» Records for the task

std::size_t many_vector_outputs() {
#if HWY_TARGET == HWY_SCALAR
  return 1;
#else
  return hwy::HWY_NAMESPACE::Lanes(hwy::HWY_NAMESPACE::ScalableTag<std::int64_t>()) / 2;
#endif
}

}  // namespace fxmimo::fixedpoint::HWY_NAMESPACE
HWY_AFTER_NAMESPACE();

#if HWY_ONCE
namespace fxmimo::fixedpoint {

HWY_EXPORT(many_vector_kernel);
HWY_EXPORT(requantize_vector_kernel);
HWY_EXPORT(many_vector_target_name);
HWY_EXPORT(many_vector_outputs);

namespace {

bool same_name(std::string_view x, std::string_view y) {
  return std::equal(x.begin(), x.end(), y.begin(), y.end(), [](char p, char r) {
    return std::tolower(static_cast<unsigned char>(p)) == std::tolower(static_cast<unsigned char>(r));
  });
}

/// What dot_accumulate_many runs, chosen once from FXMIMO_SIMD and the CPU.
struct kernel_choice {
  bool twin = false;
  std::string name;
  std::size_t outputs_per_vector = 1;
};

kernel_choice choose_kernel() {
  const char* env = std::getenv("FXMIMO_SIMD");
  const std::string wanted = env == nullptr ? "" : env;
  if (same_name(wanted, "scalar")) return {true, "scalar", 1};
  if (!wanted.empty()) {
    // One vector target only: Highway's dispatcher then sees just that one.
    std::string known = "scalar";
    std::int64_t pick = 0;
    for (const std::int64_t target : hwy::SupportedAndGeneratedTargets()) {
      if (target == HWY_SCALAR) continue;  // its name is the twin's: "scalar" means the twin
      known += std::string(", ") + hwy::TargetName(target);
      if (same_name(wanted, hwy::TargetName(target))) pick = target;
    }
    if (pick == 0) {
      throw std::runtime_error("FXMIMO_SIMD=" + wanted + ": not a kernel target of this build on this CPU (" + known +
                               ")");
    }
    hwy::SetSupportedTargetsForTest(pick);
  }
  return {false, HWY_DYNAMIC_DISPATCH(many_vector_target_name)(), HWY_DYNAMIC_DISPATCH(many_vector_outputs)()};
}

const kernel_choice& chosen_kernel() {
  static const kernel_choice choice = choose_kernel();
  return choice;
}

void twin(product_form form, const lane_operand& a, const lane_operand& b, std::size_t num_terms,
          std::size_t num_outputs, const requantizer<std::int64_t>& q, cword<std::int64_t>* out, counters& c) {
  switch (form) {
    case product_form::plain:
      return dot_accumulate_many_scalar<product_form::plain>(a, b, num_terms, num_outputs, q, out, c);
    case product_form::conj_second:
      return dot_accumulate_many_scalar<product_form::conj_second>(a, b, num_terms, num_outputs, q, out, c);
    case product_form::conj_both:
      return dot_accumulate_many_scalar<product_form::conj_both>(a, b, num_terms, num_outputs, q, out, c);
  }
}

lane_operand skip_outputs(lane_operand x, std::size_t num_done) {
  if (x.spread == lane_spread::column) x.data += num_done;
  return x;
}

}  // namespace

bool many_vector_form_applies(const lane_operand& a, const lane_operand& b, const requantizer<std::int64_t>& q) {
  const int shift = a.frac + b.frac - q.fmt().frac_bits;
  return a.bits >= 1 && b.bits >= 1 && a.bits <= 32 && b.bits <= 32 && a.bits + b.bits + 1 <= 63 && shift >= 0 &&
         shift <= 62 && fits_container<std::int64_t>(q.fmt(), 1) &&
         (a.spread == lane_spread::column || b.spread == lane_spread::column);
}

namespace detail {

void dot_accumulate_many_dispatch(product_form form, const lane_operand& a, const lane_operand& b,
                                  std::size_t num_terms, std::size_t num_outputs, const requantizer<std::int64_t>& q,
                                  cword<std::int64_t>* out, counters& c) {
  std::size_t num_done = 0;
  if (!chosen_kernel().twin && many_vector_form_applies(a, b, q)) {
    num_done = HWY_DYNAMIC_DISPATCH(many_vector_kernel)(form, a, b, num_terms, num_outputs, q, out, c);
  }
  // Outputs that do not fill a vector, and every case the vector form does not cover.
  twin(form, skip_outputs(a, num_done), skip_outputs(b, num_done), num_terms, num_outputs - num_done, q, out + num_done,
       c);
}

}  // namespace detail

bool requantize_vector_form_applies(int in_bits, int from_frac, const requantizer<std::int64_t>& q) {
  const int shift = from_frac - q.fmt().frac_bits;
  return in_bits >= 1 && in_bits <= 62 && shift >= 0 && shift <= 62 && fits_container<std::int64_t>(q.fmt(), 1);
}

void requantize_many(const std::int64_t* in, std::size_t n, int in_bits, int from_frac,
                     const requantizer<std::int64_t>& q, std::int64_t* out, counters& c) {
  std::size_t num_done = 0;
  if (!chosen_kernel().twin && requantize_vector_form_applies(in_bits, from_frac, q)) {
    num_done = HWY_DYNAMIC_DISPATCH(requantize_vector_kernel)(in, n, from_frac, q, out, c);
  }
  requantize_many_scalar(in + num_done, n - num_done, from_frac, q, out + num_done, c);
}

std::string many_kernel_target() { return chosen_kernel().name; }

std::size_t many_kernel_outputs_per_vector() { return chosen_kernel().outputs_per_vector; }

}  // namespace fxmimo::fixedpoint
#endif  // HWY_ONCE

» Exercise
After locating the line that contains "HWY_EXPORT(many_vector_target_name);", please copy exactly every line from the start of the records through it, and nothing else.

» Exercise result
std::size_t many_vector_outputs() {
#if HWY_TARGET == HWY_SCALAR
  return 1;
#else
  return hwy::HWY_NAMESPACE::Lanes(hwy::HWY_NAMESPACE::ScalableTag<std::int64_t>()) / 2;
#endif
}

}  // namespace fxmimo::fixedpoint::HWY_NAMESPACE
HWY_AFTER_NAMESPACE();

#if HWY_ONCE
namespace fxmimo::fixedpoint {

HWY_EXPORT(many_vector_kernel);
HWY_EXPORT(requantize_vector_kernel);
HWY_EXPORT(many_vector_target_name);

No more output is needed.